NRO: "First, there’s the $1.6 trillion deficit. That figure is the same as the entire budget of the United States in FY1998 (FY1986 in real terms, which is interesting considering the tendency to compare Obama with Reagan).
Powerline: "Obama's game is transparent, isn't it? He is playing a game of chicken. He puts forward a series of proposals that he knows are more or less insane; but he also believes that Republicans will come to his rescue. They, not being wholly irresponsible, will come up with plans to reform entitlements--like, for example, the Ryan Roadmap. Ultimately, some combination of those plans will be implemented because the alternative is the collapse, not just of the government of the United States, but of the country itself. But Obama thinks the GOP's reforms will be unpopular, and he will be able to demagogue them, thus having his cake and eating it too. Is that leadership? Of course not. But it is the very essence of Barack Obama."

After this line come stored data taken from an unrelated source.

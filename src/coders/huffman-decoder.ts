import { BitReader } from '../bits/bit-reader.ts';
import { CorruptStreamError } from '../errors/errors.ts';
import { PrefixDecoder } from '../stages/prefix-decoder.ts';
import { PrefixTable } from '../stages/prefix-table.ts';
import { newSymbolArray } from '../symbols/sequence.ts';
import type { CodedInput, Decoded, DecodeLimits, Decoder, Setup } from './contract.ts';
import { MessageWalk } from './message-frame.ts';
import { growSymbols } from './symbol-buffer.ts';

/** A decoder of shipped words. */
export function shippedReader(setup: Setup, limits: DecodeLimits, words: PrefixDecoder): Decoder {
  return { decode: (input) => decodeMessages(input, setup, limits, words, () => {}) };
}

/** A decoder that finds its table in the message, or in the first that has symbols. */
export function sentReader(setup: Setup, limits: DecodeLimits, maxBits: number): Decoder {
  const table = new PrefixTable();
  const words = new PrefixDecoder(setup.alphabetSize);
  const each = setup.reset === 'message';
  return {
    decode(input) {
      let known = false;
      return decodeMessages(input, setup, limits, words, (reader, symbolCount) => {
        if (known) return;
        known = !each;
        // Each symbol that a table names is coded at least once.
        const most = each ? symbolCount : limits.maxSymbols;
        table.read(reader, setup.alphabetSize, maxBits, most);
        words.setWords(table.symbols, table.lengths, table.count, most);
      });
    },
  };
}

/** Walks the messages; `prepare` is called for each that has symbols, before its words. */
function decodeMessages(
  input: CodedInput,
  setup: Setup,
  limits: DecodeLimits,
  words: PrefixDecoder,
  prepare: (reader: BitReader, symbolCount: number) => void,
): Decoded {
  const reader = new BitReader(input.bytes);
  const walk = new MessageWalk(reader, setup, input, limits);
  let symbols = newSymbolArray(setup.alphabetSize, 0);
  let filled = 0;
  for (let count = walk.next(); count >= 0; count = walk.next()) {
    if (count > 0) {
      prepare(reader, count);
      if (count * words.shortestWordBits > reader.limit - reader.position) {
        throw new CorruptStreamError('a message says it holds more symbols than its bits can', {
          bitOffset: reader.position,
          got: `${count} symbols of ${words.shortestWordBits} bits or more`,
        });
      }
      symbols = growSymbols(symbols, setup.alphabetSize, filled, count);
      filled = words.decode(reader, symbols, filled, filled + count);
    }
    walk.close(reader.position);
  }
  return {
    sequence: {
      alphabetSize: setup.alphabetSize,
      symbols: symbols.subarray(0, filled),
      messageEnds: walk.messageEnds,
    },
    bitsConsumed: reader.position,
  };
}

At best, Obama is a deeply ideological man with almost no grasp of reality. At worst, he is a cynical, manipulative politician willing to put his political interests above the best interests of the nation.

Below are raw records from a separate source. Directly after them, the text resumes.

import { BitWriter } from '../bits/bit-writer.ts';
import { RangeEncoder } from '../stages/range-encoder.ts';
import type { RangeBits } from '../stages/range-precision.ts';
import type { SymbolArray } from '../symbols/sequence.ts';
import type { Setup } from './contract.ts';
import type { MessageDraft } from './fill-messages.ts';
import { symbolCountBits, writeSymbolCount } from './message-frame.ts';
import { MessageLedger } from './message-ledger.ts';

/** What a model does with symbols, for a draft that ends as a code string. */
export interface DraftModel {
  /** State and contexts of a message's start. */
  reset(): void;
  encode(symbols: SymbolArray, from: number, to: number, stage: RangeEncoder): void;
}

/** Messages as code strings of an arithmetic coder. The model need not be undone: each message resets it. */
export class CodeStringDraft implements MessageDraft {
  readonly writer = new BitWriter();
  readonly ledger: MessageLedger;
  readonly #setup: Setup;
  readonly #model: DraftModel;
  readonly #stage: RangeEncoder;
  readonly #continuation: 'zeros' | 'any';

  constructor(
    setup: Setup,
    model: DraftModel,
    rangeBits: RangeBits,
    continuation: 'zeros' | 'any',
  ) {
    this.#setup = setup;
    this.#model = model;
    this.ledger = new MessageLedger(setup.align);
    this.#stage = new RangeEncoder(this.writer, rangeBits);
    this.#continuation = continuation;
  }

  start(): void {
    this.#model.reset();
    this.#stage.beginApart();
  }

  take(symbols: SymbolArray, from: number, to: number): void {
    this.#model.encode(symbols, from, to, this.#stage);
  }

  contentBits(): number {
    return this.#stage.bitsIfEnded(this.#continuation);
  }

  mark(): void {
    this.#stage.mark();
  }

  restore(): void {
    this.#stage.restore();
  }

  end(symbolCount: number): void {
    const { ledger, writer } = this;
    const stage = this.#stage;
    ledger.framingBits += writeSymbolCount(writer, this.#setup, symbolCount);
    stage.end(this.#continuation);
    ledger.writtenBits += stage.writtenBits;
    ledger.endingBits += stage.endingBits;
    ledger.payloadBits += stage.payloadBits;
    ledger.close(writer);
  }
}

/** What writes the words of a {@link WordDraft}; both ends know them, or find them from the message's own symbols. */
export interface DraftWords {
  encode(writer: BitWriter, symbols: SymbolArray, from: number, to: number): unknown;
  /** Back to the state of a message's start. */
  restart?(): void;
  /** What is written only where the message ends, and may become shorter by more symbols. */
  readonly tail?: DraftTail;
}

/** Words for the symbols that wait for more of their kind. */
export interface DraftTail {
  /** Whether none ever wait at the end of a unit. */
  readonly isEmptyAtUnits: boolean;
  bits(): number;
  mark(): void;
  restore(): void;
  write(writer: BitWriter): void;
}

/**
 * Messages as words. They go to their place at once, behind room for a count as long
 * as that of the message before; where the count is of another length, they are moved.
 */
export class WordDraft implements MessageDraft {
  readonly writer = new BitWriter();
  readonly ledger: MessageLedger;
  readonly #setup: Setup;
  readonly isSteady: boolean;
  readonly #words: DraftWords;
  readonly #start = new WriterMark();
  readonly #mark = new WriterMark();
  readonly #end = new WriterMark();
  #countBits = 0;
  #contentFrom = 0;
  #moved = new Uint8Array(0);

  constructor(setup: Setup, words: DraftWords) {
    this.#setup = setup;
    this.#words = words;
    this.isSteady = words.tail?.isEmptyAtUnits ?? true;
    this.ledger = new MessageLedger(setup.align);
    this.#start.take(this.writer);
  }

  start(): void {
    const { writer } = this;
    this.#start.restore(writer);
    writer.writeRun(0, this.#countBits);
    this.#contentFrom = writer.position;
    this.#words.restart?.();
    this.mark();
  }

  take(symbols: SymbolArray, from: number, to: number): void {
    this.#words.encode(this.writer, symbols, from, to);
  }

  contentBits(): number {
    return this.writer.position - this.#contentFrom + (this.#words.tail?.bits() ?? 0);
  }

  mark(): void {
    this.#mark.take(this.writer);
    this.#words.tail?.mark();
  }

  restore(): void {
    this.#mark.restore(this.writer);
    this.#words.tail?.restore();
  }

  end(symbolCount: number): void {
    const { ledger, writer } = this;
    const bits = this.contentBits();
    this.#words.tail?.write(writer);
    const countBits = symbolCountBits(this.#setup, symbolCount);
    if (countBits === this.#countBits) this.#putCount(symbolCount);
    else this.#moveContent(symbolCount, bits);
    this.#countBits = countBits;
    ledger.framingBits += countBits;
    ledger.writtenBits += bits;
    ledger.payloadBits += bits;
    ledger.close(writer);
    this.#start.take(writer);
  }

  /** Puts the count into the zeros that were left for it. */
  #putCount(symbolCount: number): void {
    const { writer } = this;
    const end = this.#end;
    end.take(writer);
    // The byte after the count may hold words already: it is or-ed back, whole or pending.
    const lastByte = Math.floor(this.#contentFrom / 8);
    const isWhole = lastByte < end.byteLength;
    const words = isWhole ? writer.bytes[lastByte] : end.pending;
    this.#start.restore(writer);
    writeSymbolCount(writer, this.#setup, symbolCount);
    const head = writer.pending << (8 - writer.pendingBits);
    if (isWhole) writer.bytes[lastByte] = words | head;
    else end.pending = words | (head >>> (8 - end.pendingBits));
    end.restore(writer);
  }

  /** Writes the count and, behind it, the words that stand elsewhere. */
  #moveContent(symbolCount: number, bits: number): void {
    const { writer } = this;
    writer.padTo(8);
    const first = Math.floor(this.#contentFrom / 8);
    const byteCount = writer.byteLength - first;
    if (this.#moved.length < byteCount + 1) this.#moved = new Uint8Array(2 * byteCount + 1);
    const moved = this.#moved;
    moved.set(writer.bytes.subarray(first, writer.byteLength));
    const shift = this.#contentFrom - 8 * first;
    for (let i = 0; i < byteCount; i++)
      moved[i] = (moved[i] << shift) | (moved[i + 1] >>> (8 - shift));
    this.#start.restore(writer);
    writeSymbolCount(writer, this.#setup, symbolCount);
    const wholeBytes = Math.floor(bits / 8);
    const rest = bits - 8 * wholeBytes;
    writer.writeBytes(moved, 0, wholeBytes);
    if (rest > 0) writer.writeBits(moved[wholeBytes] >>> (8 - rest), rest);
  }
}

/** Where a writer stood. */
class WriterMark {
  byteLength = 0;
  pending = 0;
  pendingBits = 0;

  take({ byteLength, pending, pendingBits }: BitWriter): void {
    this.byteLength = byteLength;
    this.pending = pending;
    this.pendingBits = pendingBits;
  }

  restore(writer: BitWriter): void {
    writer.adopt(this.byteLength, this.pending, this.pendingBits);
  }
}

He appeared on Hardball to discuss the Bush Tax Cuts and plans to put our economy back on a fiscally sane path. Matthews did a hyper-aggressive interview with Ryan and Ryan shined.

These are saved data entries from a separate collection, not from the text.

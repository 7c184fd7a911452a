import type { FieldPlan } from './field-plan.ts';
import type { TokenReader, TokenWriter } from './field-tables.ts';
import type { IntervalSink, IntervalSource } from './interval.ts';

/** What a count grows by; a token never met weighs 1. */
export const STEP = 16;

/** A table is halved when its total passes this. */
export const LARGEST_TOTAL = 2 ** 15;

/** What a journal remembers at least. */
const LEAST_JOURNAL = 1024;

/**
 * Adaptive tables. A reset puts back only what was counted since the last, unless that is much:
 * then all of it.
 *
 * Memory: 2 bytes a slot, twice with the state to return to, and a byte a slot for the journal.
 */
export class AdaptiveFieldTables implements TokenWriter, TokenReader {
  readonly #slotStart: Uint32Array;
  readonly #counts: Uint16Array;
  readonly #totals: Uint32Array;
  readonly #firstCounts: Uint16Array;
  readonly #firstTotals: Uint32Array;
  /** Table and slot of each count since the last reset. */
  readonly #journal: Uint32Array;
  /** Entries in use; more than there is room for when the journal no longer tells all. */
  #journalLength = 0;

  /** @param trained  the state that a reset returns to; absent: every token weighs 1 */
  constructor(plan: FieldPlan, trained?: AdaptiveFieldTables) {
    const { slotStart, slotCount, tableCount } = plan;
    this.#slotStart = slotStart;
    if (trained === undefined) {
      this.#firstCounts = new Uint16Array(slotCount).fill(1);
      this.#firstTotals = new Uint32Array(tableCount);
      for (let table = 0; table < tableCount; table++)
        this.#firstTotals[table] = slotStart[table + 1] - slotStart[table];
    } else {
      this.#firstCounts = trained.#counts.slice();
      this.#firstTotals = trained.#totals.slice();
    }
    this.#counts = this.#firstCounts.slice();
    this.#totals = this.#firstTotals.slice();
    this.#journal = new Uint32Array(2 * Math.max(LEAST_JOURNAL, slotCount >>> 3));
  }

  reset(): void {
    const journal = this.#journal;
    if (this.#journalLength > journal.length) {
      this.#counts.set(this.#firstCounts);
      this.#totals.set(this.#firstTotals);
    } else {
      for (let i = 0; i < this.#journalLength; i += 2) {
        const table = journal[i];
        const slot = journal[i + 1];
        this.#totals[table] = this.#firstTotals[table];
        this.#counts[slot] = this.#firstCounts[slot];
      }
    }
    this.#journalLength = 0;
  }

  put(table: number, token: number, sink: IntervalSink): void {
    const counts = this.#counts;
    const from = this.#slotStart[table];
    const slot = from + token;
    let low = 0;
    for (let i = from; i < slot; i++) low += counts[i];
    sink.put(low, counts[slot], this.#totals[table]);
    this.#count(table, slot);
  }

  take(table: number, source: IntervalSource): number {
    const counts = this.#counts;
    const from = this.#slotStart[table];
    const target = source.target(this.#totals[table]);
    let slot = from;
    let low = 0;
    while (low + counts[slot] <= target) low += counts[slot++];
    source.take(low, counts[slot]);
    this.#count(table, slot);
    return slot - from;
  }

  #count(table: number, slot: number): void {
    if (this.#journalLength < this.#journal.length) {
      this.#journal[this.#journalLength] = table;
      this.#journal[this.#journalLength + 1] = slot;
      this.#journalLength += 2;
    } else {
      this.#journalLength = this.#journal.length + 1;
    }
    this.#counts[slot] += STEP;
    this.#totals[table] += STEP;
    if (this.#totals[table] > LARGEST_TOTAL) this.#halve(table);
  }

  #halve(table: number): void {
    const counts = this.#counts;
    const to = this.#slotStart[table + 1];
    let total = 0;
    for (let slot = this.#slotStart[table]; slot < to; slot++) {
      counts[slot] = (counts[slot] + 1) >>> 1;
      total += counts[slot];
    }
    this.#totals[table] = total;
    // Every slot of the table has changed: a reset puts back everything.
    this.#journalLength = this.#journal.length + 1;
  }
}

Rep. Joe Crowley of NY also appeared on the show - and was about as far out of his element as he could be. His answer to our economic milaise was to tout the Democrats Pay-Go legislation. The problem of course is the left has that new law encased under glass, only to be brought out to wave around on camera before the mid-terms. Matthews didn't push Crowley at all, but its just as well as that gave more time for Ryan.
Let us be honest. The US is still trapped in depression a full 18 months into zero interest rates, quantitative easing (QE), and fiscal stimulus that has pushed the budget deficit above 10% of GDP.
The share of the US working-age population with jobs in June actually fell from 58.7% to 58.5%. This is the real stress indicator. The ratio was 63% three years ago. Eight million jobs have been lost.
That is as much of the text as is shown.